Difficili da diagnosticare perché di giorno non si vedono. Fondamentale la diagnosi precoce, ma spesso questo non avviene. Dalla comparsa dei primi sintomi occorrono circa da 16 a 19 mesi per fare una diagnosi, secondo dati presentati al congresso Simri eseguiti sempre presso il Centro del sonno dell’Università dell’Insubria di Varese.  

“Il medico spesso si trova in difficoltà a identificare nel bambino i sintomi di queste patologie tipicamente associate al sonno, che nelle ore diurne, non si presentano con la sintomatologia tipica delle ore notturne. I genitori spesso si sentono perciò incompresi quando segnalano che il proprio figlio nel sonno ha un respiro rumoroso seguito da pause prolungate e hanno la sensazione che stia per soffocare”, aggiunge Nosetti. 

“Un utile consiglio per i genitori è fare un piccolo video ai propri figli, che, pur non consentendo di fare una diagnosi, può dare al medico il sospetto che un bambino ha questo disturbo”, prosegue Nosetti. Esistono poi sintomi a cui mamma e papà devono prestare attenzione, che si possono suddividere in diurni e notturni.

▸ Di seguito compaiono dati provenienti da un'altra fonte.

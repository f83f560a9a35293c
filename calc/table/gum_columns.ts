/**
 * The GUM law of propagation of uncertainty over every row of a table, column by column: the
 * same arithmetic as {@linkcode propagate} applies to one row (sensitivities by the same
 * Richardson-extrapolated central differences with the same steps, the same sum of squares in
 * the same order, the same coverage factor), done as whole-column passes through the
 * calculation's column loop instead of one propagation per row. Each row's numbers are
 * identical, bit for bit, to that row's propagation (tests/table/gum_columns_test.ts checks it
 * on random rows); rows the column passes cannot settle are marked for a propagation of their
 * own.
 *
 * @module
 */
import type { Calculation } from "../core/types.ts";
import { columnLoop, runColumnLoop } from "../core/columns.ts";
import { inRange } from "../core/range.ts";
import { coverageFactor } from "../uncertainty/gum.ts";

/** What {@linkcode gumColumns} computed: one column per output of each result, and the rows
 * left to a propagation of their own. */
export interface GumColumns {
  /** The output at the estimates, per output. */
  readonly value: readonly Float64Array<ArrayBuffer>[];
  /** The combined standard uncertainty u_c, per output. */
  readonly standardUncertainty: readonly Float64Array<ArrayBuffer>[];
  /** value − k·u_c, per output. */
  readonly lower: readonly Float64Array<ArrayBuffer>[];
  /** value + k·u_c, per output. */
  readonly upper: readonly Float64Array<ArrayBuffer>[];
  /** 1 for a row to propagate on its own: an uncertainty that is not a finite number ≥ 0, an
   * output not finite or outside its valid range, or a sensitivity the central differences do
   * not give as a finite number (the propagation then tries one-sided differences or says why
   * the row cannot be computed). Its numbers here are NaN. */
  readonly perRow: Uint8Array;
}

/**
 * The GUM law over columns: for each row i not marked in `skip`, the inputs are independent
 * normal sources with estimates `inputs[k][i]` and standard uncertainties
 * `uncertainties[k][i]` (an exact input where the column is null or the value 0), and
 *
 * cₖ = (4·D(h/2) − D(h))/3 with D(s) = (f(x + s·eₖ) − f(x − s·eₖ))/(2s) and h = 10⁻³·u(xₖ),
 * u_c² = Σₖ cₖ²·u²(xₖ) (in input order), k = t_{(1+p)/2}(∞), interval y ± k·u_c
 *
 * (JCGM 100:2008 eq. (10) and §G.6.4; Richardson extrapolation as in the sensitivity of
 * {@linkcode propagate}). Every source is normal with infinitely many degrees of freedom, so the
 * Welch–Satterthwaite degrees of freedom are infinite and k is the normal quantile.
 *
 * @param calc The calculation (without exact partial derivatives: those go row by row).
 * @param inputs One column per input, in the calculation's input order, canonical units.
 * @param uncertainties One column of standard uncertainties per input, null for an exact input.
 * @param skip Rows not to compute (their numbers stay NaN and they are not marked per row).
 * @param coverage Coverage probability p, in (0, 1).
 * @returns The result columns and the rows left to a propagation of their own.
 *
 * @example One row by hand: y = π·d²/4·v₁/v₂ with d = 2 ± 0.1 cm (v₁ = 20 cm, v₂ = 80 cm exact)
 * ```ts
 * import { continuityValveArea } from "@sonorigor/sonorigor";
 * import { gumColumns } from "./gum_columns.ts";
 * import assert from "node:assert/strict";
 * const r = gumColumns(
 *   continuityValveArea,
 *   [Float64Array.of(2), Float64Array.of(20), Float64Array.of(80)],
 *   [Float64Array.of(0.1), null, null],
 *   new Uint8Array(1),
 *   0.95,
 * );
 * // u = ∂y/∂d·u(d) = π·d/2·v₁/v₂·0.1 = π/4·0.1 = 0.0785 cm² (hand computation)
 * assert.ok(Math.abs(r.standardUncertainty[0]![0]! - Math.PI / 40) < 1e-9);
 * ```
 */
export function gumColumns(
  calc: Calculation,
  inputs: readonly Float64Array[],
  uncertainties: readonly (Float64Array | null)[],
  skip: Uint8Array,
  coverage: number,
): GumColumns {
  const n = skip.length;
  const outs = calc.outputNames;
  const loop = columnLoop(calc, "lenient");
  const formula = calc.formula;
  const columns = () => outs.map(() => new Float64Array(n));
  const value = columns();
  runColumnLoop(loop, formula, inputs, value, n);
  const variance = columns();
  const perRow = new Uint8Array(n);
  // the four shifted evaluations of one input: x ± h and x ± h/2
  const plus = columns(), minus = columns(), plusHalf = columns(), minusHalf = columns();
  const shifted = new Float64Array(n);
  for (let k = 0; k < inputs.length; k++) {
    const u = uncertainties[k];
    if (!u) continue;
    const x = inputs[k]!;
    const args = inputs.map((c, j) => j === k ? shifted : c);
    const evaluateShifted = (sign: number, fraction: number, into: Float64Array[]) => {
      // x + (−s) is x − s exactly, as the propagation's shift by −s
      for (let i = 0; i < n; i++) shifted[i] = x[i]! + sign * ((u[i]! * 1e-3) / fraction);
      runColumnLoop(loop, formula, args, into, n);
    };
    evaluateShifted(1, 1, plus);
    evaluateShifted(-1, 1, minus);
    evaluateShifted(1, 2, plusHalf);
    evaluateShifted(-1, 2, minusHalf);
    for (let i = 0; i < n; i++) {
      if (skip[i] || perRow[i]) continue;
      const ui = u[i]!;
      if (!(ui >= 0 && ui < Infinity)) {
        perRow[i] = 1;
        continue;
      }
      if (ui === 0) continue; // an exact value: no source, no sensitivity
      const h = ui * 1e-3;
      const half = h / 2;
      for (let o = 0; o < outs.length; o++) {
        const d1 = (plus[o]![i]! - minus[o]![i]!) / (2 * h);
        const d2 = (plusHalf[o]![i]! - minusHalf[o]![i]!) / (2 * half);
        const c = (4 * d2 - d1) / 3;
        if (!(c - c === 0)) {
          perRow[i] = 1;
          break;
        }
        if (c === 0) continue;
        variance[o]![i]! += c * c * ui * ui;
      }
    }
  }
  const factor = coverageFactor(coverage, Infinity);
  // u_c replaces the variance in place; the shifted evaluations' columns take the interval ends
  const standardUncertainty = variance, lower = plus, upper = minus;
  const ranges = outs.map((o) => calc.outputs[o]!.quantity.valid);
  for (let i = 0; i < n; i++) {
    let settled = !(skip[i] || perRow[i]);
    for (let o = 0; settled && o < outs.length; o++) {
      const y = value[o]![i]!;
      if (!(y - y === 0 && inRange(y, ranges[o]!))) {
        perRow[i] = 1;
        settled = false;
      }
    }
    for (let o = 0; o < outs.length; o++) {
      if (!settled) {
        value[o]![i] =
          standardUncertainty[o]![i] =
          lower[o]![i] =
          upper[o]![i] =
            NaN;
        continue;
      }
      const y = value[o]![i]!;
      const uc = Math.sqrt(Math.max(variance[o]![i]! + 0, 0));
      const expanded = factor * uc;
      standardUncertainty[o]![i] = uc;
      lower[o]![i] = y - expanded;
      upper[o]![i] = y + expanded;
    }
  }
  return { value, standardUncertainty, lower, upper, perRow };
}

I sintomi diurni sono rappresentati da respiro con la bocca, irritabilità, ridotto rendimento scolastico, difficoltà di risveglio al mattino, sonnolenza (tipica dell’età adolescenziale), cefalea mattutina, ostruzione nasale cronica.  

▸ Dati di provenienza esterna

/**
 * The caution of the regressions that weight each reading by its stated SD (general Deming and
 * York): the line and, for York, its standard errors are only as good as those SDs.
 *
 * @example
 * ```ts
 * import { generalDemingRegression, PER_POINT_SD_CAUTION } from "@sonorigor/sonorigor";
 * import assert from "node:assert/strict";
 * const r = generalDemingRegression([1, 2, 3, 4], [1.1, 2.2, 2.8, 4.1], { sdX: 0.1, sdY: 0.1 });
 * assert.deepEqual(r.cautions, [PER_POINT_SD_CAUTION]);
 * ```
 */
export const PER_POINT_SD_CAUTION =
  "Each reading is weighted by its stated SD (and, for York's method, the correlation of its errors); SDs estimated from a few replicates make the line and York's standard errors less certain than shown";

/** Options of both regressions. */
export interface RegressionOptions extends LabelOptions {
  /** Confidence level of the intervals. @default 0.95 */
  readonly confidence?: number;
  /** Names of method X (comparison) and method Y (test), for the display.
   * @default ["X", "Y"] */
  readonly methodNames?: readonly [string, string];
}

/** Options of {@linkcode demingRegression}. */
export interface DemingOptions extends RegressionOptions {
  /** Ratio of the error variances, var(error of y) / var(error of x); 1 gives orthogonal
   * regression. Estimate it from replicate readings of each method. @default 1 */
  readonly errorVarianceRatio?: number;
}

/** Options of {@linkcode passingBablokRegression}. */
export interface PassingBablokOptions extends RegressionOptions {
  /** Largest number of pairs accepted: the method sorts all n(n − 1)/2 pairwise slopes, whose
   * memory grows with the square of n (10 000 pairs: 50 million slopes, 400 MB).
   * @default 10000 */
  readonly maxPairs?: number;
}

I sintomi notturni sono: russamento, apnee, sforzo respiratorio nel sonno, sudorazione profusa, scolo di saliva sul cuscino, anomale posizioni assunte nel sonno per vincere le resistenze a livello di vie aeree superiori, rifiuto di andare a letto, paure e agitazione notturna. In alcuni casi si possono associare anche a bruxismo, enuresi notturna e sonnambulismo. 

Le cause, in età pediatrica, possono essere diverse, la più frequente è l’ipertrofia adeno-tonsillare, ma vi sono anche altri fattori di rischio come l’obesità, la presenza di anomalie conformazionali del massiccio facciale o genetiche. Il trattamento può essere farmacologico, chirurgico (il più comune è l’adenotonsillectomia), dietetico, e nelle forme più gravi la ventilazione non invasiva. La gestione di questi pazienti, oltre al ruolo fondamentale del pediatra di famiglia, presuppone spesso un approccio multidisciplinare che coinvolge più specialisti.